#### WHAT YOU NEED TO DO:
If a line of the listing contains the string "used", return that line.

#### MATERIAL SUPPLIED:

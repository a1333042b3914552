"""Read the user's observation CSV (or a pandas DataFrame) into a validated :class:`~leafcv.data.dataset.Dataset`.

The file is read as text first, so every cell that is not a number can be reported with its line; a
DataFrame is turned into the same text cells, so it goes through exactly the same checks. All problems
found are collected and raised together as one :class:`~leafcv.errors.DataError`.
"""
from __future__ import annotations

import difflib
import io
import re
from collections.abc import Sequence
from dataclasses import dataclass, replace
from pathlib import Path

import numpy as np
import pandas as pd

from ..errors import DataError, Problem
from ..spec import OPTIONAL_COLUMNS, REQUIRED_COLUMNS, DataSpec
from .curves import find_curves, indices_by
from .dataset import LEAF_TERM, Dataset
from .delimiters import DECIMAL_COMMA, decimal_mark, describe, detect_delimiter
from .mapping import check_mapping
from .messages import MAX_LISTED
from .messages import label as _label
from .messages import rows as _rows
from .messages import rows_values as _rows_values
from .messages import show as _show
from .roles import ROLE_OF
from .traits import trait_warnings
from .units import column_problems, convert_ci

#: Leaf temperature (deg C) used when no column is mapped: the reference temperature to which FvCB
#: parameters are normalised (Bernacchi et al. 2001, Plant Cell Environ 24:253-259).
DEFAULT_T_LEAF = 25.0
#: O2 (mmol mol-1) used when no column is mapped: 21 kPa in air (REFERENCES.md, common practice).
DEFAULT_O2 = 210.0

# Plausibility limits (ranges and unit mistakes: leafcv.data.units). Common practice, no source.
MIN_POINTS_PER_LEAF = 5
#: Cell texts read as a missing number (compared in lower case).
MISSING_TOKENS = frozenset({"", "na", "nan", "n/a", "null", "none"})

_NUMERIC_VARIABLES = ("a_net", "ci", "ppfd", "t_leaf", "o2")
_TEXT_VARIABLES = (LEAF_TERM, "curve")
#: How messages name a DataFrame given in place of the file, when no name is given.
TABLE_LABEL = "the table"


@dataclass(frozen=True)
class _Table:
    """The file (or DataFrame) as stripped text: header names, cells by position, each record's line
    number, the field delimiter ('' for a DataFrame), the decimal mark of its numbers, and how messages
    name it ("the file", or the DataFrame's label)."""

    header: list[str]
    cells: pd.DataFrame
    rows: np.ndarray
    delimiter: str = ","
    decimal: str = "."
    label: str = "the file"

    def has(self, name: str) -> bool:
        return name in self.header

    def text(self, name: str) -> pd.Series:
        """Cells of the first column called ``name``."""
        return self.cells[self.header.index(name)]


def load_dataset(spec: DataSpec, table: pd.DataFrame | None = None, *, name: str | None = None) -> Dataset:
    """Read, check and convert the observation table described by ``spec``.

    Parameters
    ----------
    spec
        Where the file is, how its columns map to leafcv's observation variables (``spec.columns``
        is keyed by variable: ``a_net``, ``ci``, ...; messages name each by its data role, the key
        the user wrote under [data.columns]), the Ci unit, and the leaf-level group and trait columns.
        The mapping is checked by `leafcv.data.mapping.check_mapping`, as a comparison file's is.
    table
        A pandas DataFrame read in place of ``spec.file`` (which is then not opened): one column per
        variable, group or trait under the names ``spec`` gives, one row per point. Its cells are
        written as text (a missing value as an empty cell) and go through exactly the checks a file's
        cells do.
    name
        How messages, the `DataError` and ``Dataset.source`` name ``table`` (default: "the table").

    Returns
    -------
    Dataset
        Observations in leafcv's variables and units (Ci in umol/mol) and the leaf table, with
        notes on every default and inference used, warnings that do not stop a comparison (traits
        constant across leaves or with outlying leaves, oxygen that may be in percent: see
        `leafcv.data.traits` and `leafcv.data.units`), and the file's delimiter and decimal mark.

    Raises
    ------
    DataError
        With every problem found in one pass: missing or unreadable file (including one whose fields
        are not separated by comma, semicolon or tab), unknown or missing columns, cells that are not
        numbers, missing values, implausible values or likely unit mistakes, leaf-level columns that
        vary within a leaf, leaves with too few points, duplicated rows, curves that do not vary.

    Notes
    -----
    Rows are cited by their line in the file (the header is line 1); blank lines are skipped but
    keep their place in the count. A DataFrame's rows are cited as in a CSV file written from it: its
    first row is row 2 (its position + 2); a row with no values is skipped but keeps its number.

    Delimiter and decimal mark. Fields may be separated by commas, semicolons or tabs, found by the
    rule in `leafcv.data.delimiters`; a file that is not comma-separated may write its numbers with
    a decimal comma (``12,5``), but then every number must use it.

    Curves. With a ``curve`` column, a curve is one (leaf, curve id) pair. Without one, each leaf's
    points are split by light level: PPFD values that agree within 2 % (or 1 umol m-2 s-1 near
    darkness) form a level; every level with at least 4 points is one curve, and the leaf's
    remaining points form one more curve. A light-curve point measured at the A-Ci curve's PPFD
    therefore joins the A-Ci curve. Curve ids are then the curve type, numbered from the second
    curve of a type in a leaf on ("aci", "aq", "aci-2", ...), in order of first appearance.

    Curve type. Each curve is "aci" when the coefficient of variation (population SD over
    max(|mean|, 1)) of its Ci exceeds that of its PPFD, else "aq". A curve whose Ci and PPFD
    both vary by less than 2 % is reported as a problem.

    Examples
    --------
    >>> spec = DataSpec(file=Path("/data/obs.csv"), columns={"a_net": "Anet", "ci": "Ci_in",
    ...                 "ppfd": "Light", "leaf": "LeafID"}, traits=("N_area",))
    >>> dataset = load_dataset(spec)  # doctest: +SKIP
    >>> frame = pd.read_excel("obs.xlsx")  # doctest: +SKIP
    >>> dataset = load_dataset(spec, frame, name="obs.xlsx")  # doctest: +SKIP
    """
    checked = check_mapping(spec.columns, spec.groups, spec.traits, spec.ci_unit, spec.pressure_kpa)
    problems, notes = list(checked.problems), list(checked.notes)
    source = str(spec.file) if table is None else (name or TABLE_LABEL)
    if table is None:
        cells, read_problems = _read_table(Path(spec.file))
    else:
        cells, read_problems = _frame_table(table, source)
    problems += read_problems
    if cells is None:
        raise DataError(source, problems)
    table = cells
    groups, traits = _names(spec.groups), _names(spec.traits)
    problems += _check_header(table, spec, groups, traits)
    present = {var: name for var, name in _valid_mapping(spec).items() if table.has(name)}
    if table.delimiter:
        table = _with_decimal_mark(table, [present[v] for v in _NUMERIC_VARIABLES if v in present]
                                   + [t for t in traits if table.has(t)])
    notes = _file_notes(table) + notes
    numbers, texts, found = _parse_cells(table, present, _NUMERIC_VARIABLES, _TEXT_VARIABLES)
    problems += found
    trait_values, _, found = _parse_cells(table, {t: t for t in traits if table.has(t)}, traits, (), "trait")
    problems += found
    _, group_values, found = _parse_cells(table, {g: g for g in groups if table.has(g)}, (), groups, "group")
    problems += found

    found, note, warnings = _units_and_ranges(numbers, table.rows, present, spec)
    problems += found
    notes += note

    n = len(table.rows)
    leaf = texts.get("leaf", np.full(n, "", dtype=object))
    problems += _leaf_problems(table, leaf, present.get("leaf", ""), trait_values, group_values)

    curve, curve_type, found, note = find_curves(leaf, texts.get("curve"), numbers.get("ci"),
                                             numbers.get("ppfd"), table.rows, present.get("curve"))
    problems += found
    notes += note
    if problems:
        raise DataError(source, problems)

    for var, default, unit in (("t_leaf", DEFAULT_T_LEAF, "deg C"), ("o2", DEFAULT_O2, "mmol/mol")):
        if var not in numbers:
            numbers[var] = np.full(n, default)
            notes.append(f"no {ROLE_OF[var]} column mapped: {ROLE_OF[var]} set to {default:g} {unit} "
                         f"for every point")
    leaves, leaf_index = _leaf_table(leaf, group_values, trait_values)
    warnings += trait_warnings(leaves, spec.traits)
    obs = pd.DataFrame({
        "leaf": pd.Series(leaf, dtype=str), "leaf_index": leaf_index,
        "curve": pd.Series(curve, dtype=str), "curve_type": pd.Series(curve_type, dtype=str),
        "a_net": numbers["a_net"], "ci": numbers["ci"], "ppfd": numbers["ppfd"],
        "t_leaf": numbers["t_leaf"], "o2": numbers["o2"], "row": table.rows.astype(np.int64),
    })
    return Dataset(obs=obs, leaves=leaves, groups=tuple(spec.groups), traits=tuple(spec.traits),
                   source=Path(source), notes=tuple(notes), warnings=tuple(warnings),
                   delimiter=table.delimiter, decimal_mark=table.decimal)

#### ANSWER FOR THE TASK:
#: Leaf temperature (deg C) used when no column is mapped: the reference temperature to which FvCB
#: O2 (mmol mol-1) used when no column is mapped: 21 kPa in air (REFERENCES.md, common practice).
        notes on every default and inference used, warnings that do not stop a comparison (traits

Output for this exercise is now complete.